Хорошо мы поработали. Ира затем занималась политикой с Борей Федоровым, потом с Немцовым и Чубайсом, потом с Касьяновым. Каждый раз, когда она от них уходила, они устраивали мне скандалы. Ирина оказалась так себе человеком.
Деньги у партии были, в рядах много влиятельных и известных людей, доступ на телевидение, но успеха на выборах не было, партия набрала около одного процента голосов.
Популизм оказался более востребованным, да и партию в какой-то момент начали воспринимать как конкурента власти и перекрыли нам информационные и рекламные каналы. Эта блокада никакими деньгами не пробивалась. Но по одномандатным округам от нас прошло 12 человек.
Я не прошел, у меня случилась катастрофа. Моим конкурентом был Сергей Мавроди (АО «МММ»), который за несколько дней до выборов попросил всех, кому он был должен, проголосовать за него и тогда обещал вернуть деньги. Мой рейтинг в пять раз превышал его, но после такого призыва огромная толпа бабок ринулась в Химки и Мытищи. Они ходили по квартирам и умоляли людей проголосовать за Мавроди. В итоге его выбрали, и он тут же заявил, что ничего возвращать не будет.
В 1996 году, когда КПРФ была на пике популярности и Геннадий Зюганов мог выиграть выборы, вы за кого были?
В 1994 году началась первая чеченская война, и я, как депутат Госдумы, вел переговоры с Джохаром Дудаевым, пытаясь наладить контакты и диалог между ним и Кремлем.
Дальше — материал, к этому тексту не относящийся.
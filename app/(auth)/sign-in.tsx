import { useLocalSearchParams } from 'expo-router';
import Head from 'expo-router/head';
import { SignInScreen } from '@/components/auth/sign-in-screen';

/** /sign-in, with the server's `?error=` code when a sign-in failed. */
export default function SignInRoute() {
  const { error } = useLocalSearchParams<{ error?: string | string[] }>();
  return (
    <>
      <Head>
        <title>Sign in · Trimsheet</title>
      </Head>
      <SignInScreen error={Array.isArray(error) ? error[0] : error} />
    </>
  );
}
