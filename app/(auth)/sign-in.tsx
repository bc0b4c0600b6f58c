import { useLocalSearchParams } from 'expo-router';
import { SignInScreen } from '@/components/auth/sign-in-screen';
import { PageTitle } from '@/components/ui/page-title';

/** /sign-in, with the server's `?error=` code when a sign-in failed. */
export default function SignInRoute() {
  const { error } = useLocalSearchParams<{ error?: string | string[] }>();
  return (
    <>
      <PageTitle title="Sign in" />
      <SignInScreen error={Array.isArray(error) ? error[0] : error} />
    </>
  );
}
Война была кровопролитная, много пленных. Помню, как новосибирских милиционеров вывозил оттуда вместе с депутатом Аркадием Янковским. Из-за этой войны у нас испортились отношения с Ельциным, но на выборах мы его поддержали, Валерия Новодворская на этом настояла.
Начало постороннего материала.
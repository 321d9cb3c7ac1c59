"""Certify an external solver from its result files and a benchmark manifest.

For every case and order of the manifest, the result files
``<results>/<case>/P<order>/level<k>.<ext>`` are read (any format meshio reads),
put on a scikit-fem basis of *their* element type and mesh, and compared with the
exact solution by quadrature (:func:`verification.norms.error_norms`). The error
sequence of each norm is judged against the expected order
(:func:`verification.rates.judge`). Optional ``quantities.json`` beside the results
lists quantities (e.g. ``capacitance``) per level; those with a reference value
in the case are judged against the quantity order too.

Status of one case and order ("slot"): PASS when every norm verdict is PASS and
no quantity check FAILs; FAIL otherwise (an INCONCLUSIVE norm cannot certify);
NOT SUBMITTED when no result file exists. The certificate passes when at least
one slot was submitted and every submitted slot passes (with ``require_all``,
every slot must be submitted).
"""

import datetime
import html
import json
import logging
import math
from dataclasses import asdict, dataclass, field
from pathlib import Path

import numpy as np

from lapsolve.errors import InputError
from verification.json_file import read_json_object

from .export import MANIFEST_SCHEMA
from .importer import ELEMENTS, build_basis, check_domain, read_result
from .mesh_certify import boundary_offsets
from .norms import error_norms, singular_point_of
from .rates import FAIL, INCONCLUSIVE, PASS, judge, roundoff_floor

log = logging.getLogger(__name__)

CERTIFICATE_SCHEMA = "lapsolve.certificate/1"
NOT_SUBMITTED = "NOT SUBMITTED"
#: Norms judged for an order; ``energy`` is the energy norm, judged like H1.
JUDGED_NORMS = ("L2", "H1", "energy")
#: Allowed shortfall of a quantity's order: functionals reach their order of twice
#: the H1 rate later than the norms do (common practice, no source).
QOI_TOL = 0.25
#: Extensions never taken for result files (companions and our own tables).
_NOT_RESULTS = {".json", ".csv", ".h5", ".hdf5", ".txt", ".md", ".part"}


@dataclass(frozen=True)
class Manifest:
    """A loaded ``lapsolve.manifest/1``."""

    path: str
    field: str
    levels: tuple
    orders: tuple
    cases: tuple  # of dict entries

    def case_entry(self, name):
        return next(c for c in self.cases if c["name"] == name)


def load_manifest(path):
    """Read and check a benchmark manifest.

    Raises
    ------
    InputError
        Unreadable file, not JSON, wrong schema or missing entries.
    """
    path = Path(path)
    data = read_json_object(path, "manifest")
    schema = data.get("schema")
    if schema != MANIFEST_SCHEMA:
        raise InputError(f"manifest schema is {schema!r}; this version reads "
                         f"'{MANIFEST_SCHEMA}' (re-export the benchmark)",
                         source=str(path), field="schema")
    cases = _checked_cases(data.get("cases"), path)
    levels = _int_list(data.get("levels"), "levels", path, lo=0)
    orders = _int_list(data.get("orders"), "orders", path, lo=1)
    fld = data.get("field", "u")
    if not isinstance(fld, str) or not fld:
        raise InputError("must be the name of a point field", source=str(path), field="field")
    return Manifest(str(path), fld, levels, orders, cases)


def _int_list(values, name, path, lo):
    if not isinstance(values, list) or not values or not all(
            isinstance(v, int) and not isinstance(v, bool) and v >= lo for v in values):
        raise InputError(f"manifest entry must be a non-empty list of integers >= {lo}",
                         source=str(path), field=name)
    return tuple(values)


def _checked_cases(cases, path):
    """The case entries, each with a name and expected orders per element order."""
    def fail(field, message):
        raise InputError(message, source=str(path), field=field)

    if not isinstance(cases, list) or not cases:
        fail("cases", "manifest entry must be a non-empty list of cases")
    for i, entry in enumerate(cases):
        where = f"cases[{i}]"
        if not isinstance(entry, dict):
            fail(where, "a case entry is a JSON object")
        if not isinstance(entry.get("name"), str) or not entry["name"]:
            fail(f"{where}.name", "missing: every case entry needs a name")
        orders = entry.get("orders")
        if not isinstance(orders, dict) or not orders:
            fail(f"{where}.orders", "must map element orders to expected orders")
        for key, spec in orders.items():
            if not (isinstance(key, str) and key.isdigit() and int(key) >= 1):
                fail(f"{where}.orders", f"order {key!r} is not a positive integer")
            expected = spec.get("expected_orders") if isinstance(spec, dict) else None
            if not isinstance(expected, dict):
                fail(f"{where}.orders.{key}.expected_orders", "missing")
            for norm, value in expected.items():
                if value is not None and not (isinstance(value, (int, float))
                                              and not isinstance(value, bool)
                                              and math.isfinite(value)):
                    fail(f"{where}.orders.{key}.expected_orders.{norm}",
                         f"must be a finite number, got {value!r}")
            for norm in ("L2", "H1"):
                if expected.get(norm) is None:
                    fail(f"{where}.orders.{key}.expected_orders.{norm}", "missing")
    return tuple(cases)


@dataclass
class LevelRecord:
    level: int
    file: str
    element: str
    cells: int
    nodes: int
    dofs: int
    h: float
    h_max: float
    curved: bool
    norms: dict
    boundary_offset: float = 0.0
    notes: list = field(default_factory=list)


@dataclass
class QuantityRecord:
    """A reported quantity: ``per_level`` rows ``{level, value, rel_error}``."""

    name: str
    per_level: list
    reference: float = None
    source: str = ""
    scope: str = ""
    verdict: dict = None
    status: str = "LISTED"


@dataclass
class SlotRecord:
    case: str
    order: int
    status: str
    expected_orders: dict
    levels: list = field(default_factory=list)
    verdicts: dict = field(default_factory=dict)
    quantities: list = field(default_factory=list)
    missing_levels: list = field(default_factory=list)
    notes: list = field(default_factory=list)
    diagnosis: str = ""

    @property
    def submitted(self):
        return self.status != NOT_SUBMITTED


@dataclass
class Certificate:
    manifest: str
    results: str
    field: str
    slots: list
    status: str
    settings: dict
    created: str = ""
    version: str = ""

    @property
    def passed(self):
        return self.status == PASS

    def to_dict(self):
        out = {"schema": CERTIFICATE_SCHEMA}
        out.update(asdict(self))
        return _jsonable(out)


def _jsonable(obj):
    if isinstance(obj, dict):
        return {k: _jsonable(v) for k, v in obj.items()}
    if isinstance(obj, (list, tuple)):
        return [_jsonable(v) for v in obj]
    if isinstance(obj, (np.floating, float)):
        return float(obj) if math.isfinite(obj) else None
    if isinstance(obj, np.integer):
        return int(obj)
    if isinstance(obj, np.bool_):
        return bool(obj)
    return obj


def find_result(folder, level):
    """The single result file ``level<k>.*`` in ``folder``, or None."""
    if not folder.is_dir():
        return None
    found = sorted(p for p in folder.glob(f"level{level}.*")
                   if p.is_file() and not p.name.startswith(".")
                   and p.suffix.lower() not in _NOT_RESULTS
                   and p.name[len(f"level{level}"):].count(".") == 1)
    if len(found) > 1:
        raise InputError(f"more than one result file for level {level}: "
                         f"{', '.join(p.name for p in found)}", source=str(folder))
    return found[0] if found else None
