"""A solved Schwarz-Christoffel map from the upper half-plane onto a polygon.

The map is

    f(w) = f(w_k) + C * integral from w_k to w of  prod_j (t - w_j)**beta_j  dt,

with ``beta_j = alpha_j - 1`` where ``alpha_j * pi`` is the interior angle at
vertex ``j``. One vertex is the image of ``w = infinity``; its prevertex is
dropped from the product. Powers use the branch with ``arg`` in ``[0, pi]`` on
the closed upper half-plane.
"""

from dataclasses import dataclass
from functools import cached_property

import numpy as np

from lapsolve.errors import InputError

from .integral import SCIntegral
from .inverse import locate, start_points
from .parameters import RESIDUAL_LIMIT, solve_parameters
from .polygon import prepare_polygon


@dataclass(frozen=True)
class SCMap:
    """A solved Schwarz-Christoffel map from the upper half-plane onto a polygon.

    Build with :meth:`from_polygon`.

    Attributes
    ----------
    vertices : ndarray of complex, shape (n,)
        The polygon, counter-clockwise (reversed from the input if it was clockwise).
    angles : ndarray, shape (n,)
        Interior angles / pi.
    prevertices : ndarray, shape (n,)
        Prevertex of each vertex; ``inf`` for the vertex at infinity.
    constant : complex
        The factor ``C``.
    residual : float
        Largest of the relative errors of the mapped side lengths, the closure
        error of the mapped polygon (relative to its perimeter) and the errors of
        the mapped side directions (radians).
    infinity_index, origin_index : int
        Vertices (indices into ``vertices``) at ``w = inf`` and ``w = 0``.
    reversed : bool
        True when the input was clockwise.
    integral : SCIntegral
        The evaluator.
    """

    vertices: np.ndarray
    angles: np.ndarray
    prevertices: np.ndarray
    constant: complex
    residual: float
    infinity_index: int
    origin_index: int
    reversed: bool
    integral: SCIntegral

    @classmethod
    def from_polygon(cls, vertices, infinity=None, origin=None, limit=RESIDUAL_LIMIT):
        """Solve the parameter problem for a polygon.

        Parameters
        ----------
        vertices : array_like
            Shape (n, 2) real or (n,) complex; clockwise input is reversed.
        infinity : int, optional
            Index (into the input list) of the vertex mapped from ``w = inf``;
            default the last vertex.
        origin : int, optional
            Index of the vertex mapped from ``w = 0``; default the vertex
            halfway round from ``infinity``.
        limit : float
            Largest accepted side-length residual.

        Returns
        -------
        SCMap

        Raises
        ------
        GeometryError
            Invalid polygon, or a residual above ``limit`` (the message gives it).
        """
        poly = prepare_polygon(vertices)
        n = poly.vertices.size
        infinity = n - 1 if infinity is None else _vertex_index(infinity, n, "infinity")
        origin = (infinity + n // 2) % n if origin is None else _vertex_index(origin, n, "origin")
        if poly.reversed:
            infinity, origin = n - 1 - infinity, n - 1 - origin
        if origin == infinity:
            raise InputError("the origin and infinity vertices must differ")
        solved = solve_parameters(poly, infinity, origin, limit)
        return cls(vertices=poly.vertices, angles=poly.angles,
                   prevertices=solved.prevertices, constant=solved.constant,
                   residual=solved.residual, infinity_index=int(infinity),
                   origin_index=int(origin), reversed=poly.reversed,
                   integral=solved.integral)

    def forward(self, w, anchor=None):
        """Image ``f(w)`` of points of the closed upper half-plane (``anchor + w`` if given)."""
        return self.integral.forward(w, anchor=anchor)

    def derivative(self, w, anchor=None):
        """``f'(w)`` (at ``anchor + w`` if given)."""
        return self.integral.derivative(w, anchor=anchor)

    @cached_property
    def diameter(self):
        """Largest distance between two vertices."""
        z = self.vertices
        return float(np.max(np.abs(z[:, None] - z[None, :])))

    @cached_property
    def edge_of_side(self):
        """Edge index of each side of the integral (finite sides, then the two at infinity)."""
        n = self.vertices.size
        order = (self.infinity_index + 1 + np.arange(n - 1)) % n
        return np.r_[order, self.infinity_index]

    @cached_property
    def start_points(self):
        """Start points of the inverse map (see :func:`inverse.start_points`)."""
        return start_points(self)

    def inverse(self, points):
        """Preimages ``w`` of points inside the polygon or on its boundary.

        Parameters
        ----------
        points : array_like
            Shape (N, 2) real or (N,) complex.

        Returns
        -------
        ndarray of complex, shape (N,)
            Preimages; ``inf`` for points at the vertex mapped from infinity. On a
            slit, a boundary point is taken on the first of its two edges.

        Raises
        ------
        InputError
            A point outside the polygon.
        SolverError
            Newton's method did not reach the tolerance.
        """
        anchor, offset = self.locate(points)
        with np.errstate(invalid="ignore"):
            return np.where(np.isfinite(anchor), anchor + offset, np.inf + 0j)

    def locate(self, points):
        """Preimages as ``anchor + offset`` with ``anchor`` a prevertex near each point.

        Near a sharp corner the preimage crowds onto its prevertex; the offset
        keeps the relative accuracy that ``anchor + offset`` as one number loses.
        Pass both to ``forward``/``derivative`` of this map or of any
        :class:`SCIntegral` whose prevertices are among this map's
        (:func:`inverse.locate` gives the method).

        Returns
        -------
        anchor : ndarray of float, shape (N,)
        offset : ndarray of complex, shape (N,)
        """
        return locate(self, points)


def _vertex_index(value, n, what):
    if isinstance(value, bool) or not isinstance(value, (int, np.integer)):
        raise InputError(f"{what} must be a vertex index, got {value!r}")
    if not 0 <= value < n:
        raise InputError(f"{what} index {value} is out of range for {n} vertices")
    return int(value)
Почему не удалось наладить диалог? Возможно ли было вообще не доводить дело до кровопролития?
Кремль выступал против диалога. В Чечне же хотели прекратить войну и были готовы на многие компромиссы. После очередной встречи с Дудаевым в феврале 1995 года я пытался обсудить ситуацию с министром юстиции РФ Валентином Ковалевым (он отвечал за операцию в Чечне), а он слушать не хотел, говорил смешные вещи: «Пожалуйста, не мешайте нам. Пара недель — и мы все решим, только вы скажите, где прячется Дудаев».
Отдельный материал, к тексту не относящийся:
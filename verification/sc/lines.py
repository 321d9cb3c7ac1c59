"""Equipotentials and field lines of a quadrilateral, traced through its two maps.

The canonical rectangle ``[0, M] x [0, 1]`` carries the potential ``Re(zeta) / M``:
its vertical lines are equipotentials, its horizontal lines field lines. A
point ``zeta`` of such a line goes back to the upper half-plane through the
inverse of the rectangle map ``g`` and on to the polygon through the forward
polygon map ``f``: ``z = f(g^{-1}(zeta))``. The inverse of ``g`` is the inverse
Schwarz-Christoffel map of a polygon with four (or five) vertices whatever the
polygon, and the anchors it returns are prevertices of ``f`` as well, so crowded
preimages keep their relative accuracy on the way to the polygon.
"""

from dataclasses import dataclass

import numpy as np

from .map import SCMap

#: Most lines drawn in one family.
MAX_LINES = 40
#: Lines across the short side of the rectangle when the long side allows it.
ACROSS = 10
#: Points per short side of the rectangle along a line, and most points on one line.
DENSITY = 60
MAX_POINTS = 150


@dataclass(frozen=True)
class QuadrilateralLines:
    """Traced curves of a quadrilateral.

    Attributes
    ----------
    spacing : (float, float)
        Steps between neighbouring equipotentials (along ``Re zeta``) and field
        lines (along ``Im zeta``) in the rectangle. When they are equal the
        curves cut the polygon into curvilinear squares.
    equipotentials : list of (float, ndarray of complex)
        ``(u, points)`` for each equipotential ``u = const``.
    field_lines : list of (float, ndarray of complex)
        ``(s, points)`` for each field line; ``s`` in ``(0, 1)`` is the fraction
        of the total flux passing between the arc ``c0 -> c1`` and the line.
    """

    spacing: tuple
    equipotentials: list
    field_lines: list


def rectangle_map(result):
    """The rectangle map ``g`` of a :class:`~verification.modulus.ModulusResult` as an SCMap.

    Its vertices are ``0, M, M + i, i`` (the images of ``c0 .. c3``) and its
    prevertices the polygon map's corner prevertices. When no corner is the
    image of ``w = inf``, the image of infinity is added as a fifth vertex with
    a straight angle on the side it lies on.
    """
    m = result.modulus
    pre = result.map.prevertices[list(result.ccw_corners)]
    vertices = np.array([0.0, m, m + 1j, 1j])
    angles = np.full(4, 0.5)
    if np.all(np.isfinite(pre)):
        after = int(np.argmax(pre)) + 1
        vertices = np.insert(vertices, after, result.rectangle.value_at_infinity)
        angles = np.insert(angles, after, 1.0)
        pre = np.insert(pre, after, np.inf)
    infinity = int(np.flatnonzero(~np.isfinite(pre))[0])
    return SCMap(vertices=vertices, angles=angles, prevertices=pre,
                 constant=result.rectangle.constant, residual=result.residual,
                 infinity_index=infinity, origin_index=(infinity + 2) % vertices.size,
                 reversed=False, integral=result.rectangle)


def line_spacing(modulus, max_lines=MAX_LINES, across=ACROSS):
    """Steps ``(du, ds)`` between equipotentials and field lines in the rectangle.

    Equal steps (curvilinear squares) with ``across`` intervals over the short
    side, fewer when the long side would need more than ``max_lines`` lines;
    beyond an aspect ratio of ``max_lines / 2`` the long side gets its own step.
    """
    short, long = min(modulus, 1.0), max(modulus, 1.0)
    intervals = int(np.clip(max_lines // (long / short), 2, across))
    step_short = short / intervals
    step_long = max(step_short, long / max_lines)
    if modulus >= 1.0:
        return step_long, step_short
    return step_short, step_long


def trace_lines(result, spacing=None, density=DENSITY, max_points=MAX_POINTS):
    """Equipotentials and field lines of a quadrilateral as point sequences.

    Parameters
    ----------
    result : ModulusResult
    spacing : (float, float), optional
        Steps between equipotentials and between field lines in the rectangle;
        default :func:`line_spacing`.
    density : int
        Points per short side of the rectangle along a line.
    max_points : int
        Most points on one line.

    Returns
    -------
    QuadrilateralLines
    """
    m = result.modulus
    du, ds = spacing or line_spacing(m)
    step = min(m, 1.0) / density

    def samples(length):
        return np.linspace(0.0, length, int(np.clip(np.ceil(length / step), 2, max_points)) + 1)

    levels_u = _levels(m, du)
    levels_s = _levels(1.0, ds)
    across, along = samples(1.0), samples(m)
    curves = [x + 1j * across for x in levels_u] + [along + 1j * y for y in levels_s]
    if not curves:
        return QuadrilateralLines((float(du), float(ds)), [], [])
    anchor, offset = rectangle_map(result).locate(np.concatenate(curves))
    z = result.map.forward(offset, anchor=anchor)
    pieces = np.split(z, np.cumsum([c.size for c in curves])[:-1])
    k = len(levels_u)
    return QuadrilateralLines(
        (float(du), float(ds)),
        [(float(x / m), p) for x, p in zip(levels_u, pieces[:k])],
        [(float(y), p) for y, p in zip(levels_s, pieces[k:])])


def _levels(length, spacing):
    """Interior levels ``spacing, 2 spacing, ...`` strictly inside ``(0, length)``."""
    count = int(np.floor(length / spacing + 1e-9))
    levels = spacing * np.arange(1, count + 1)
    return levels[levels < length * (1 - 1e-9)]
Потом Ковалев предложил мне лететь в Москву на их военном самолете. Там меня обступили человек десять гэрэушников и начали угрожать выкинуть из салона, если я не скажу где Дудаев, и даже открыли дверцу, мол, все серьезно. Мне было смешно. В итоге они его убили, засекли по телефону и случайно попали. Я с Дудаевым разговаривал последний, за пару часов до смерти.
Вице-президент России Александр Руцкой, 1992 год Фото: Юрий Абрамочкин / РИА Новости
Ельцин увяз в войне, а вы его все равно поддержали. Зюганов хуже войны?
Понимаете, я наблюдал коммунистов не через экран телевизора, а в Думе, живьем. Ко мне подходил этот шут Василий Шандыбин и говорил: «Костя, ты известный и популярный человек, поэтому вешать тебя мы будем на Красной площади, ты этого достоин!» Все они меня почему-то хотели повесить. Коммунисты были настроены радикально и готовили последний бой, начало которого мы видели в октябре 1993 года.
Возможно ли повторение экономической, политической ситуации 90-х в будущем?
Повторять придется все, с точностью до деталей. Мы потихонечку сейчас сползаем к регулируемой экономике, только роль распределительной советской системы выполняют монополисты и крупные компании. Для восстановления экономики придется пройти тот путь еще раз. Нужен миллион молодых людей, которые начнут создавать предприятия и восстанавливать разрушенную инфраструктуру рыночной экономики. По-другому это называется малый бизнес, в любой экономике его доля составляет 50 процентов, а в нашей современной экономике его от силы процента четыре.